Texas Governor Rick Perry is, by pretty much every account, the current frontrunner for the Republican Party's 2012 presidential nomination. Before I write a column about him, however, a disclaimer:
At this stage of the last American presidential cycle (i.e. in September of 2007) we all knew — absolutely knew — that the contest was already over. The only real question was who Rudy Giuliani and Hillary Clinton would pick as their running mates.
I say this to remind everyone that Americans are still a very long way from the winter days on which actual voters will cast the first actual votes of the 2012 campaign. A lot can change between now and February. So with the clear understanding that any discussion of a Perry juggernaut may sound pretty stupid a year from now, let's talk a bit about the Texas governor.
It is inevitable that people compare Perry with his predecessor in the Texas State House, George W. Bush. From a national/international perspective this comparison is easily summarised: Perry offers whatever you liked or disliked about Bush in a highly concentrated form.
For example, Bush's ‘Texas Swagger' was his calling card. Depending on your point of view it represented either everything that made him an authentic American, or everything that infuriated you (or, perhaps, both). In Texas itself, however, Bush was always seen as a bit of a poser.
Bush may have grown up in Texas, but his grandfather was a senator from Connecticut. The Bushes are the embodiment of what Americans call ‘old money' — meaning families that have been very rich for a very long time.
Bush ‘summered' in Maine, attended a fancy Massachusetts boarding school and later graduated from both Harvard and Yale. Culturally speaking, this is as far removed from Texas as, say, Jupiter.
East coast types and foreigners may have winced at Bush's shoot-from-the-hip Texas style, but inside the Lone Star State his swagger always had an inauthentic ring. He was, as Texans say, "all hat and no cattle". If they elected him governor twice it was because they liked his politics, not because anyone bought into his faux-John Wayne posturing.
Perry, however, is the real thing. He grew up poor, attended a state university and except for a stint in the military has never lived outside Texas. This is a man who not only claims to wear a loaded gun when he goes jogging, but says he used it to kill a coyote during his morning run. More importantly, when he says these things, people believe him.

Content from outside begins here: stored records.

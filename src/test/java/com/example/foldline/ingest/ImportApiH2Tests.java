package com.example.foldline.ingest;

import static org.assertj.core.api.Assertions.assertThat;
import static org.springframework.security.test.web.servlet.request.SecurityMockMvcRequestPostProcessors.httpBasic;

import java.io.BufferedWriter;
import java.nio.charset.StandardCharsets;
import java.nio.file.Files;
import java.nio.file.Path;
import java.time.Instant;
import java.time.temporal.ChronoUnit;

import org.junit.jupiter.api.Test;
import org.springframework.beans.factory.annotation.Autowired;
import org.springframework.boot.test.context.SpringBootTest;
import org.springframework.boot.webmvc.test.autoconfigure.AutoConfigureMockMvc;
import org.springframework.http.HttpStatus;
import org.springframework.mock.web.MockMultipartFile;
import org.springframework.test.context.ActiveProfiles;
import org.springframework.test.context.TestPropertySource;
import org.springframework.test.web.servlet.assertj.MvcTestResult;

import com.example.foldline.accounts.Accounts;
import com.example.foldline.accounts.SiteAccess;
import com.example.foldline.accounts.SiteRole;
import com.example.foldline.support.Events;
import com.example.foldline.support.TestData;

import tools.jackson.databind.JsonNode;

/** Issue #8 import contract on H2, plus rejections, cancelling, resuming, path and role checks. */
@SpringBootTest
@AutoConfigureMockMvc
@ActiveProfiles("test")
@TestPropertySource(properties = "foldline.ingest.max-body-bytes=65536")
class ImportApiH2Tests extends ImportApiContract {

    @Autowired
    Accounts accounts;
    @Autowired
    SiteAccess access;
    @Autowired
    ImportJobRepository jobs;
    @Autowired
    ImportWorker worker;

    @Test
    void rejectedLinesAppearInTheRejectionFileWithLineNumbers() throws Exception {
        String file = String.join("\n",
                TestData.pageview("ok1", Instant.parse(at("10:00:00")), "v", "/a", 1),
                "{not json",
                "",
                TestData.pageview("many", Instant.parse(at("10:01:00")), "v", "/a", 101),
                TestData.pageview("ok2", Instant.parse(at("10:02:00")), "v", "/b", 2),
                TestData.pageview("old", Instant.now().minus(401, ChronoUnit.DAYS), "v", "/a", 1),
                "{\"type\":\"click\",\"id\":\"c\"}") + "\n";
        JsonNode done = awaitEnd(startServerFile(serverFile(".ndjson", file)).get("id").asLong());
        assertThat(done.get("state").stringValue()).isEqualTo("done");
        assertThat(done.get("stored").asLong()).isEqualTo(2);
        assertThat(done.get("rejected").asLong()).isEqualTo(4);
        assertThat(done.get("linesRead").asLong()).isEqualTo(7);
        String url = done.get("rejections").stringValue();

        MvcTestResult ndjson = mvc.get().uri(url).with(httpBasic("admin", "admin-secret")).exchange();
        assertThat(ndjson).hasStatusOk().hasContentType("application/x-ndjson");
        String[] lines = ndjson.getResponse().getContentAsString().strip().split("\n");
        assertThat(lines).hasSize(4);
        long[] numbers = new long[4];
        String[] fields = new String[4];
        for (int i = 0; i < 4; i++) {
            JsonNode r = json.readTree(lines[i]);
            numbers[i] = r.get("line").asLong();
            fields[i] = r.get("field").stringValue();
        }
        assertThat(numbers).containsExactly(2, 4, 6, 7);
        assertThat(fields).containsExactly("", "ads", "ts", "type");
        assertThat(json.readTree(lines[2]).get("message").stringValue()).contains("retention of 400 days");

        MvcTestResult csv = mvc.get().uri(url + "?format=csv").with(httpBasic("admin", "admin-secret")).exchange();
        assertThat(csv).hasStatusOk();
        assertThat(csv.getResponse().getContentType()).startsWith("text/csv");
        assertThat(csv.getResponse().getHeader("Content-Disposition")).contains("rejections.csv");
        assertThat(csv.getResponse().getContentAsString(StandardCharsets.UTF_8).split("\r?\n"))
                .startsWith("line,field,message")
                .contains("4,\"ads\",\"must be from 0 to 100, got 101\"");
    }

    @Test
    void cancelStopsARunningJobAndKeepsWhatItStored() throws Exception {
        // 40,000 lines committed 7 at a time: several seconds of work, so the cancel lands mid-file
        Path file = ALLOWED.resolve(TestData.unique("large") + ".ndjson");
        created.add(file);
        Instant base = Instant.parse(at("00:00:00"));
        try (BufferedWriter w = Files.newBufferedWriter(file, StandardCharsets.UTF_8)) {
            for (int i = 0; i < 40_000; i++) {
                w.write(TestData.pageview("big-" + i, base.plusSeconds(i), "v" + (i % 500), "/p/" + (i % 50), i % 7));
                w.write('\n');
            }
        }
        long id = startServerFile(file.getFileName().toString()).get("id").asLong();
        long until = System.currentTimeMillis() + 60_000;
        while (job(id).get("linesRead").asLong() == 0 && System.currentTimeMillis() < until) {
            Thread.sleep(10);
        }
        MvcTestResult cancel = mvc.post().uri(base() + "/" + id + "/cancel").with(httpBasic("admin", "admin-secret"))
                .exchange();
        assertThat(cancel).hasStatusOk();
        assertThat(read(cancel).get("cancelRequested").asBoolean()).isTrue();
        JsonNode end = awaitEnd(id);
        assertThat(end.get("state").stringValue()).isEqualTo("cancelled");
        assertThat(end.get("linesRead").asLong()).isPositive().isLessThan(40_000);
        assertThat(end.get("progress").asDouble()).isLessThan(1.0);
        // what was committed before the cancel stays stored, and the counts say so
        assertThat(count("pageview")).isEqualTo(end.get("stored").asLong()).isEqualTo(end.get("linesRead").asLong());
        assertThat(mvc.post().uri(base() + "/" + id + "/cancel").with(httpBasic("admin", "admin-secret")))
                .hasStatus(HttpStatus.CONFLICT);
    }

    @Test
    void anInterruptedJobResumesFromItsLastCommit() throws Exception {
        String history = historyFile();
        String[] lines = history.split("\n");
        String firstSeven = String.join("\n", java.util.Arrays.copyOf(lines, 7)) + "\n";
        // the first commit (7 lines) as a finished job; then the whole file as a job whose worker died after it
        awaitEnd(startServerFile(serverFile(".ndjson", firstSeven)).get("id").asLong());
        String name = serverFile(".ndjson", history);
        Path path = ALLOWED.resolve(name).toRealPath();
        Instant now = Instant.now();
        long id = jobs.insert(new ImportJobRepository.NewJob(site.id(), "ndjson", "server", name, path.toString(),
                null, "admin", Files.size(path), now));
        jdbc.sql("""
                UPDATE import_job SET state = 'reading', bytes_read = :offset, lines_read = 7, stored = 7,
                                      started_at = :t, heartbeat_at = :t WHERE id = :id""")
                .param("offset", firstSeven.getBytes(StandardCharsets.UTF_8).length)
                .param("t", java.sql.Timestamp.from(now.minus(ImportWorker.STALE).minusSeconds(1)))
                .param("id", id).update();
        worker.recover();
        JsonNode done = awaitEnd(id);
        assertThat(done.get("state").stringValue()).isEqualTo("done");
        // the resumed run read only lines 8 to 12: nothing was read twice, so nothing counts as a duplicate
        assertThat(done.get("stored").asLong()).isEqualTo(12);
        assertThat(done.get("duplicates").asLong()).isZero();
        assertThat(done.get("linesRead").asLong()).isEqualTo(12);
        assertThat(count("pageview")).isEqualTo(5);
    }

    @Test
    void aServerPathOutsideTheAllowedDirectoryIsRefused() throws Exception {
        Path outside = ALLOWED.getParent().resolve(TestData.unique("outside") + ".ndjson");
        Files.writeString(outside, TestData.pageview("o1", Instant.parse(at("10:00:00")), "v", "/a", 1));
        created.add(outside);
        for (String path : new String[]{"../" + outside.getFileName(), outside.toAbsolutePath().toString(),
                "sub/../../" + outside.getFileName(), "/etc/hostname", "no-such-file.ndjson", ""}) {
            MvcTestResult r = startServer("{\"path\":\"" + path + "\"}", "admin", "admin-secret");
            assertThat(r).as(path).hasStatus(HttpStatus.BAD_REQUEST);
            assertThat(read(r).get("errors").get(0).get("field").stringValue()).as(path).isEqualTo("path");
        }
        assertThat(count("pageview")).isZero();
        assertThat(jdbc.sql("SELECT count(*) FROM import_job WHERE site_id = :s").param("s", site.id())
                .query(Long.class).single()).isZero();
    }

    @Test
    void aViewerCannotStartOrCancelAnImport() throws Exception {
        String viewer = TestData.unique("viewer");
        accounts.create(viewer, "password-for-tests", false);
        access.grantUser(site.id(), viewer, SiteRole.VIEWER);
        String name = serverFile(".ndjson", historyFile());
        assertThat(startServer("{\"path\":\"" + name + "\"}", viewer, "password-for-tests"))
                .hasStatus(HttpStatus.FORBIDDEN);
        assertThat(mvc.post().multipart().uri(base()).with(httpBasic(viewer, "password-for-tests"))
                .file(new MockMultipartFile("file", "x.ndjson", "application/x-ndjson", historyFile().getBytes())))
                .hasStatus(HttpStatus.FORBIDDEN);
        long id = startServerFile(name).get("id").asLong();
        assertThat(mvc.get().uri(base()).with(httpBasic(viewer, "password-for-tests"))).hasStatusOk();
        assertThat(mvc.post().uri(base() + "/" + id + "/cancel").with(httpBasic(viewer, "password-for-tests")))
                .hasStatus(HttpStatus.FORBIDDEN);
        awaitEnd(id);
    }

    @Test
    void aCsvMappingIsCheckedAgainstTheHeaderBeforeTheJobIsQueued() throws Exception {
        String name = serverFile(".csv", "sid,who,from,to\nx,y,z,w\n");
        MvcTestResult r = startServer("""
                {"path":"%s","mapping":{"type":"session","columns":{"id":"sid","visitor":"who","start":"begin",
                 "end":"to","pageviews":"to","entryPath":"to","entryAds":"to","colour":"to"}}}""".formatted(name),
                "admin", "admin-secret");
        assertThat(r).hasStatus(HttpStatus.BAD_REQUEST);
        assertThat(r.getResponse().getContentAsString()).contains("mapping.columns.colour");
        r = startServer("""
                {"path":"%s","mapping":{"type":"session","columns":{"id":"sid","visitor":"who","start":"begin",
                 "end":"to","pageviews":"to","entryPath":"to","entryAds":"to"}}}""".formatted(name),
                "admin", "admin-secret");
        assertThat(r).hasStatus(HttpStatus.BAD_REQUEST);
        assertThat(read(r).get("errors").get(0).get("field").stringValue()).isEqualTo("mapping.columns.start");
        assertThat(read(r).get("errors").get(0).get("message").stringValue()).contains("'begin'");
        assertThat(startServer("{\"path\":\"" + name + "\"}", "admin", "admin-secret"))
                .hasStatus(HttpStatus.BAD_REQUEST);
        assertThat(startServer("{\"path\":\"" + serverFile(".ndjson", new Events().ndjson()) + "\",\"mapping\":{}}",
                "admin", "admin-secret")).hasStatus(HttpStatus.BAD_REQUEST);
    }

    @Test
    void listsTheSitesJobsNewestFirst() throws Exception {
        long first = startServerFile(serverFile(".ndjson", historyFile())).get("id").asLong();
        long second = startServerFile(serverFile(".ndjson", historyFile())).get("id").asLong();
        awaitEnd(first);
        awaitEnd(second);
        MvcTestResult r = mvc.get().uri(base()).with(httpBasic("admin", "admin-secret")).exchange();
        assertThat(r).hasStatusOk();
        JsonNode list = read(r);
        assertThat(list.size()).isEqualTo(2);
        assertThat(list.get(0).get("id").asLong()).isEqualTo(second);
        assertThat(list.get(1).get("createdBy").stringValue()).isEqualTo("admin");
        assertThat(mvc.get().uri(base() + "/999999999").with(httpBasic("admin", "admin-secret")))
                .hasStatus(HttpStatus.NOT_FOUND);
    }
}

When Perry threatens violence against the head of America's central bank, refers to Social Security (the US old age pension programme) as a "ponzi scheme", dismisses climate change as a scam concocted by money-hungry scientists, and flaunts his religiosity he is merely talking the way a lot of Republican politicians in Texas talk all of the time.
Unlike Bush he does all of these things convincingly. His candidacy, therefore, seems set to test the validity of two key bits of 2012 conventional wisdom.
First, there is the idea that Tea Party support is essential to winning the Republican nomination. Perry, in many ways, is the ideal Tea Party candidate: as the long-serving governor of a big state he automatically qualifies as a plausible president.
Yet as someone who has long expressed scepticism about virtually everything the federal government does he appeals to the Tea Party's most basic instincts. Perry does not simply want smaller government — he wants there to be as little government as possible. This is what the Tea Party wants to hear, and Perry offers it in its purest form.
The second test involves the most fundamental of political questions. Which is more important: ideological purity, or winning? An early American statesman famously said he would rather "be right than president". Many Tea Partiers echo that sentiment — telling pollsters they want candidates who are "pure" in their conservatism. But in politics belief and practice are often two very different things. Many experts believe a truly pure Tea Partier has little chance of beating Barack Obama in a national election. Assuming this is so, will the Tea Party base chose noble defeat over compromised power?
It is a common failing of political activists on the ideological fringes to believe that they represent the true will of the masses when, in reality, the masses tend to be inert, not much interested in politics and (on the rare occasions that they think about it) frightened by what the fringes represent.
Neither Bush nor Obama was ever a fringe candidate or a fringe president, despite what both men's detractors would have you believe.
Perry is something else entirely. Should he emerge, 11 months from now, as the Republican nominee it will say a lot about where the GOP has gone — and where the country as a whole is headed.
Gordon Robison teaches political science at the University of Vermont.